DESCRIPTION (provided by applicant): Stem cells are characterized by their multi-lineage differentiation potential (pluripotency) and their ability for self-renewal, which permits them to proliferate while avoiding lineage commitment and senescence. There has been much interest in identifying the pathways by which stem cells choose between the cell fates of lineage commitment versus self-renewal. A better understanding of this process would allow for the development of specific modulators that direct stem cell fate and improve their utility for regenerative therapies. Recent studies have demonstrated that mitochondrial function regulates gene expression and self-renewal in multiple cell types but little is known about the role of mitochondrial function in embryonic stem cells. We therefore studied the mitochondrial function and activity in human embryonic stem cells (hESCs). Our novel preliminary data suggest that when compared to differentiated cells, undifferentiated hESCs have high mitochondrial biogenesis, but exhibit low levels of mitochondrial glucose oxidation. Based on our data and recent published findings, we have formulated the central hypothesis of the proposal glucose oxidation regulates self-renewal and differentiation of human embryonic stem cells (hESCs). We propose to evaluate this by testing the following three hypotheses: In Aim 1, we will assess the effect of modulating glucose oxidation on the metabolic activity of hESCs. In Aim 2, we will evaluate the effect of modulating glucose oxidation on the self-renewal and differentiation of hESCs. In Aim 3, we will assess how enhancing mitochondrial glucose oxidation affects the therapeutic use of hESC by using in vivo models of teratoma formation and angiogenesis. This proposal investigates a new paradigm, since there is no clearly established link yet between mitochondrial glucose oxidation and human ESC fate. The results from our study of are likely to yield major insights into cellular metabolic and regenerative processes. Since multiple pharmacological modulators of metabolism are currently available and have been approved for use in patients, we believe that our findings on metabolic processes in stem biology could be readily translated into the clinical setting to improve regenerative stem cell therapies.

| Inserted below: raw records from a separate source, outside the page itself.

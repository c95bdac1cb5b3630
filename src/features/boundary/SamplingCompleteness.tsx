import type { ThreeTimerRowDto } from "@shared/schemas/occurrences";
import { Card } from "../../components/Card";
import { Caution } from "../../components/Caution";
import { ErrorState } from "../../components/ErrorState";
import { LoadingState } from "../../components/LoadingState";
import { useThreeTimer } from "./api";

const fixed = (value: number | null) => (value === null ? "—" : value.toFixed(2));

function StageTile({ side, row }: { side: string; row: ThreeTimerRowDto | null }) {
  return (
    <div className="rounded-lg bg-stone-50 px-4 py-3" data-sampling-side={side}>
      <p className="text-sm text-stone-600">{side}</p>
      {row ? (
        <>
          <p className="font-semibold">{row.label}</p>
          <p className="text-2xl font-semibold tabular-nums">{fixed(row.samplingCompleteness)}</p>
          <p className="text-sm text-stone-600 tabular-nums">
            sampling completeness · {row.t3} three-timers, {row.partTimers} part-timers
          </p>
        </>
      ) : (
        <p className="text-sm text-stone-600">No finds reach this stage.</p>
      )}
    </div>
  );
}

/** How completely the stages on both sides of the boundary were sampled (three-timer method), with a warning when low. */
export function SamplingCompleteness({ studyId, boundaryMa }: { studyId: string; boundaryMa: number }) {
  const threeTimer = useThreeTimer(studyId, boundaryMa);
  if (threeTimer.isPending) return <LoadingState label="Reading the occurrences" />;
  if (threeTimer.isError) return <ErrorState error={threeTimer.error} title="Sampling could not be computed" onRetry={() => void threeTimer.refetch()} />;
  const data = threeTimer.data;
  // Without finds there is nothing to say about the boundary: the three-timer chart below shows the empty state.
  if (data.occurrenceCount === 0) return null;
  const boundary = data.boundary;
  return (
    <Card title="Sampling around the boundary" description={data.method}>
      <div className="space-y-4">
        <div className="grid gap-3 sm:grid-cols-2">
          <StageTile side="Stage below the boundary" row={boundary?.below ?? null} />
          <StageTile side="Stage above the boundary" row={boundary?.above ?? null} />
        </div>
        {boundary?.warnings.map((warning) => (
          <Caution key={warning} title="Sampling may distort the outcome">
            {warning}
          </Caution>
        ))}
        <p className="text-sm text-stone-600">Every stage's completeness and three-timer rates are charted below, with the numbers behind them.</p>
      </div>
    </Card>
  );
}
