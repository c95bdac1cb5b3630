import type { BoundaryOutcomeName, OutcomesResult } from "@shared/schemas/outcomes";
import { Card } from "../../components/Card";
import { cx } from "../../lib/cx";
import { formatCount, pluralize } from "../../lib/format";
import { formatMa, formatMyr, windowEdge } from "../../components/timescale/ages";
import { formatPercent, GROUP_ORDER, OUTCOME_GROUP_LABEL } from "./words";

const TILE_TONE: Record<BoundaryOutcomeName, string> = {
  survivor: "border-accent-200 bg-accent-50 text-accent-900",
  victim: "border-red-200 bg-red-50 text-red-900",
  excluded: "border-stone-200 bg-stone-50 text-stone-800",
};

const TILE_NOTE: Record<BoundaryOutcomeName, string> = {
  survivor: "range crosses the boundary",
  victim: "last seen in the window",
  excluded: "not counted in the proportion",
};

/** Where a default window came from: a whole stage, or the part of a stage below a custom age. */
function defaultWindowSource(from: NonNullable<OutcomesResult["windowDefaultFrom"]>): string {
  return from.wholeStage === false ? `down to the base of the ${from.label}, the stage this age falls in` : `the ${from.label}’s duration`;
}

/** Counts of each group and the proportional extinction with its Wilson interval. */
export function OutcomeSummary({ result, refreshing }: { result: OutcomesResult; refreshing: boolean }) {
  const { counts, computedCounts, proportionalExtinction: pe } = result;
  const edge = windowEdge(result.boundary, result.window);
  return (
    <Card
      title="Outcomes across the boundary"
      description={`${pluralize(counts.total, "taxon", "taxa")} at ${formatMa(result.boundary)}, window ${formatMyr(result.window)} (to ${formatMa(edge)})${result.windowDefaultFrom ? `, ${defaultWindowSource(result.windowDefaultFrom)}` : ""}.`}
      actions={refreshing ? <span className="text-sm text-stone-500" role="status">Updating…</span> : undefined}
    >
      <dl className="grid gap-3 sm:grid-cols-3" aria-label="Outcome counts">
        {GROUP_ORDER.map((group) => (
          <div key={group} className={cx("rounded-lg border px-4 py-3", TILE_TONE[group])}>
            <dt className="text-sm font-medium">{OUTCOME_GROUP_LABEL[group]}</dt>
            <dd className="mt-1 text-3xl font-semibold tracking-tight tabular-nums">{formatCount(counts[group])}</dd>
            <dd className="text-sm opacity-80">{TILE_NOTE[group]}</dd>
          </div>
        ))}
      </dl>

      {result.overridesApplied > 0 && (
        <p className="mt-4 rounded-lg border border-stone-200 bg-stone-50 px-4 py-2.5 text-sm text-stone-700">
          <span className="font-semibold text-stone-900">{pluralize(result.overridesApplied, "outcome")} set by hand.</span> From the ranges alone:{" "}
          {pluralize(computedCounts.survivor, "survivor")}, {pluralize(computedCounts.victim, "victim")}, {formatCount(computedCounts.excluded)} not at risk.
        </p>
      )}

      <div className="mt-6">
        <dl>
          <dt className="text-sm font-medium text-stone-600">Proportional extinction</dt>
          <dd className="mt-1" data-testid="proportional-extinction">
            {pe.value === null ? (
              <p className="text-[15px] text-stone-600">Not defined: no taxon is at risk (no survivor and no victim) at this boundary.</p>
            ) : (
              <>
                <p className="text-[15px] text-stone-900">
                  <span className="text-2xl font-semibold tracking-tight tabular-nums">{formatPercent(pe.value)}</span>
                  <span className="ml-2 text-stone-600">
                    {formatCount(pe.victims)} of {pluralize(pe.atRisk, "taxon", "taxa")} at risk
                  </span>
                </p>
                {pe.ci && (
                  <>
                    <IntervalBar value={pe.value} low={pe.ci[0]} high={pe.ci[1]} />
                    <p className="mt-1 text-sm text-stone-600 tabular-nums">
                      {Math.round(pe.level * 100)}% interval {formatPercent(pe.ci[0])} to {formatPercent(pe.ci[1])}. {pe.method}.
                    </p>
                  </>
                )}
              </>
            )}
          </dd>
        </dl>
      </div>
    </Card>
  );
}

/** The proportion and its interval on a 0–100% track. */
function IntervalBar({ value, low, high }: { value: number; low: number; high: number }) {
  const pct = (v: number) => `${Math.min(100, Math.max(0, v * 100))}%`;
  return (
    <div className="mt-3 max-w-xl" aria-hidden="true">
      <div className="relative h-3 rounded-full bg-stone-100">
        <div className="absolute inset-y-0 rounded-full bg-red-200" style={{ left: pct(low), width: `calc(${pct(high)} - ${pct(low)})` }} />
        <div className="absolute -top-1 -bottom-1 w-1 -translate-x-1/2 rounded-full bg-red-700" style={{ left: pct(value) }} />
      </div>
      <div className="mt-1 flex justify-between text-xs text-stone-500 tabular-nums">
        <span>0%</span>
        <span>50%</span>
        <span>100%</span>
      </div>
    </div>
  );
}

描述（由申请人提供）：干细胞的特征是它们的多条不断分化潜力（多能性）及其自我更新能力，这使它们允许它们在避免谱系承诺和衰老的同时增殖。识别干细胞在谱系承诺与自我更新的细胞命运之间进行选择的途径引起了很大的兴趣。更好地理解这一过程将允许开发特定的调节剂，这些调节剂指导干细胞命运并改善其再生疗法的效用。最近的研究表明，线粒体功能调节多种细胞类型的基因表达和自我更新，但对线粒体功能在胚胎干细胞中的作用知之甚少。因此，我们研究了人类胚胎干细胞（HESC）中的线粒体功能和活性。我们新的初步数据表明，与分化细胞相比，未分化的hESC具有高线粒体生物发生，但线粒体葡萄糖氧化水平较低。根据我们的数据和最新发表的发现，我们提出了葡萄糖氧化的核心假设调节人类胚胎干细胞（HESC）的自我更新和分化。我们建议通过检验以下三个假设来评估这一点：在AIM 1中，我们将评估调节葡萄糖氧化对hESC代谢活性的影响。在AIM 2中，我们将评估调节葡萄糖氧化对hESC的自我更新和分化的影响。在AIM 3中，我们将评估通过使用畸胎瘤形成和血管生成的体内模型，如何增强线粒体葡萄糖氧化会影响HESC的治疗使用。该提案研究了一个新的范式，因为线粒体葡萄糖氧化与人类ESC命运之间尚未明确建立的联系。我们研究的结果可能会产生对细胞代谢和再生过程的主要见解。由于目前有多个代谢的药理调节剂，并且已被批准用于患者，因此我们认为，我们关于STEM生物学中代谢过程的发现很容易被转化为临床环境，以改善再生干细胞疗法。